If at any time during the six years following the Closing, the VWAP of FoA's Class A Common Stock is greater than or equal to $12.50 for any twenty (20) Trading Days within a period of thirty (30) consecutive Trading Days (“First Sponsor Earnout Achievement Date”) then 35% of the total Founder Shares owned by each sponsor person shall vest. If the First Sponsor Earnout Achievement Date has not occurred within six years of the Closing Date the Founder Shares that were eligible to vest shall not vest and shall be forfeited.
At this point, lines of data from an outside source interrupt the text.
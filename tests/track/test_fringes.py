"""A star at the Moon's edge in frames of milliseconds: instant and diameter by its fringes, from the front door.

Light curves are drawn with the published law of a straight edge (Born & Wolf, section 8.7), integrated over exposures.
"""

from __future__ import annotations

import json
from functools import lru_cache

import numpy as np
import pytest
from astropy.io import fits

from imaging.discs.diffraction import straight_edge
from imaging.discs.lightcurve import LightCurve, find_events
from imaging.track.fringes import Edge, fit_fringes
from imaging.track.nominal import Promise
from imaging.track.startimes import _by_fringes, edge_of_moon
from planner.cli.main import run_with
from planner.errors import NoSolutionError
from planner.sequence.builder import build_plan
from planner.sequence.documents import load_brief
from tests.conftest import ROOT

MOON = Edge(600.0, 3.8e5, 550.0, 90.0)
FRAME_S = 0.002


@lru_cache
def light(edge, frames, instant_s, frame_s, star_mas):
    """The light of a disappearance in each of many frames without dead time, 1 for the whole star."""
    fine = (np.arange(20) + 0.5) / 20 * frame_s
    away = (instant_s - (np.arange(frames)[:, None] * frame_s + fine)) * edge.speed_m_s
    flat = straight_edge(
        away.ravel(), edge.distance_km * 1e3, edge.wavelength_nm, edge.bandwidth_nm, star_mas
    )
    return flat.reshape(away.shape).mean(axis=1)


def curve(star_mas=0.0, snr=20.0, seed=0, frame_s=FRAME_S, frames=400, instant_s=0.4013, edge=MOON):
    flux = 100 * light(edge, frames, instant_s, frame_s, star_mas) + 5
    noise = np.random.default_rng(seed).normal(0, 100 / snr, frames)
    return LightCurve(np.arange(frames) * frame_s, np.full(frames, frame_s), flux + noise)


def fitted(made, edge=MOON, star_mas=None):
    return fit_fringes(made, find_events(made)[0], edge, star_mas)


@pytest.mark.parametrize("runs", [2, pytest.param(40, marks=pytest.mark.slow)])
def test_a_star_of_eight_milliarcseconds_is_measured_and_timed(runs):
    errors, pulls = [], []
    for seed in range(runs):
        found = fitted(curve(8.0, seed=seed))
        errors.append(found.event.time_s - 0.4013)
        pulls += [errors[-1] / found.event.sigma_s, (found.diameter_mas - 8.0) / found.diameter_sigma_mas]
        assert found.diameter_sigma_mas < 1.0
    assert np.abs(pulls).max() < 3.5
    assert runs < 10 or np.sqrt(np.mean(np.square(pulls))) == pytest.approx(
        1.0, abs=0.25
    )  # 80 know it to 8 %
    assert np.max(np.abs(errors)) < 1e-3


def test_a_point_is_given_a_limit():
    found = fitted(curve(0.0))
    assert found.diameter_limit_mas < 3.0
    assert found.event.time_s == pytest.approx(0.4013, abs=4 * found.event.sigma_s)
    assert "star under" in found.told


def test_frames_too_long_for_fringes_are_left_to_the_step():
    made = curve(frame_s=0.04, frames=100, instant_s=2.013)
    with pytest.raises(NoSolutionError, match="shorter and closer than 17 ms"):
        fitted(made)


def test_an_edge_without_fringes_is_left_to_the_step():
    """A reappearance in fog, say: nothing but a step is there."""
    start = np.arange(400) * FRAME_S
    flux = 5 + 100 * np.clip((0.4013 - start) / FRAME_S, 0, 1)
    made = LightCurve(start, np.full(400, FRAME_S), flux + np.random.default_rng(1).normal(0, 5, 400))
    with pytest.raises(NoSolutionError, match="as well as"):
        fitted(made)


def test_lightcurve_fits_instant_and_diameter_in_a_fast_cube(tmp_path, capsys):
    frames, (y, x) = 400, np.mgrid[:61, :61]
    star = np.exp(-((x - 30.2) ** 2 + (y - 29.7) ** 2) / 2 / 1.5**2)
    generator = np.random.default_rng(2)
    bright = light(MOON, frames, 0.4013, FRAME_S, 8.0)
    cube = generator.poisson(4000 * bright[:, None, None] * star / star.sum() + 20).astype(np.float32)
    header = fits.Header(
        {"DATE-OBS": "2027-08-13T18:52:00", "EXPTIME": FRAME_S, "CTYPE3": "TIME", "CUNIT3": "s", "CDELT3": FRAME_S,
         "CRPIX3": 1.0, "CRVAL3": FRAME_S / 2}
    )  # fmt: skip
    fits.PrimaryHDU(cube, header).writeto(tmp_path / "cube.fits")
    command = [
        "lightcurve",
        str(tmp_path / "cube.fits"),
        "--star",
        "30,30",
        "--diffraction",
        "600,380000,550,90",
    ]
    assert run_with([*command, "--json"]) == 0
    event = json.loads(capsys.readouterr().out)["events"][0]
    assert event["star_diameter_mas"] == pytest.approx(8.0, abs=3 * event["star_diameter_sigma_mas"])
    assert event["star_diameter_sigma_mas"] < 1.5
    assert event["utc"].startswith("2027-08-13T18:52:00.40")


def test_check_times_a_star_by_the_fringes_of_the_moons_edge_where_frames_show_them():
    """The speed across the limb, the distance and the band are those of the plan."""
    promise = Promise(build_plan(load_brief(ROOT / "configs" / "moon_occults_star_2027.yaml")))
    predicted = promise.planned.middle_tt_s[len(promise.planned) // 3]
    edge = edge_of_moon(promise, float(predicted))
    assert 100 < edge.speed_m_s < 1100
    assert edge.distance_km == pytest.approx(384400, rel=0.08)
    made = curve(8.0, edge=edge)
    step = find_events(made)[0]
    event, told = _by_fringes(made, step, float(predicted) - 0.4013, promise)
    assert "by its fringes; star" in told
    assert abs(event.time_s - 0.4013) < 4 * event.sigma_s
    assert event.sigma_s < step.sigma_s + 1e-3
    slow = curve(frame_s=0.04, frames=100, instant_s=2.013, edge=edge)
    assert _by_fringes(slow, find_events(slow)[0], float(predicted), promise)[1] == ""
If at any time during the six years following the Closing, the VWAP of FoA’s Class A Common Stock is greater than or equal to $15.00 for any twenty (20) Trading Days within a period of thirty (30) consecutive Trading Days (“Second Sponsor Earnout Achievement Date”) then 25% of the total Founder Shares owned by each sponsor person shall vest. If the Second Sponsor Earnout Achievement Date has not occurred within six years of the Closing Date the Founder Shares that were eligible to vest shall not vest and shall be forfeited.
Given that the Sponsor Agreement was issued to the acquirers of FoA Equity, and not to the sellers of FoA Equity, the Pre-Closing Equity Holders, the Sponsor Agreement was not accounted for as consideration transferred and did not impact the purchase price paid by Replay. Instead the Sponsor Agreement was accounted for separately from the other provisions of the Transaction Agreement. The Company classified the Sponsor Agreement as an equity transaction. Given the equity classification, the Sponsor shares were measured at a fair value of $38.1 million upon the consummation of the Transaction Agreement, the date of issuance, and will not be subsequently remeasured. Additionally, the settlement of the Sponsor Agreement will be accounted for within equity, if and when the First or Second Earnout Achievement Date occurs.
The fair value was determined by using a Monte Carlo simulation to forecast the future daily price per share of Class A Common Stock over a -year time period. The Sponsor Earnout will terminate if after six years following the Closing Date, neither the First nor Second Sponsor Earnout Achievement Dates are met; or FoA is sold.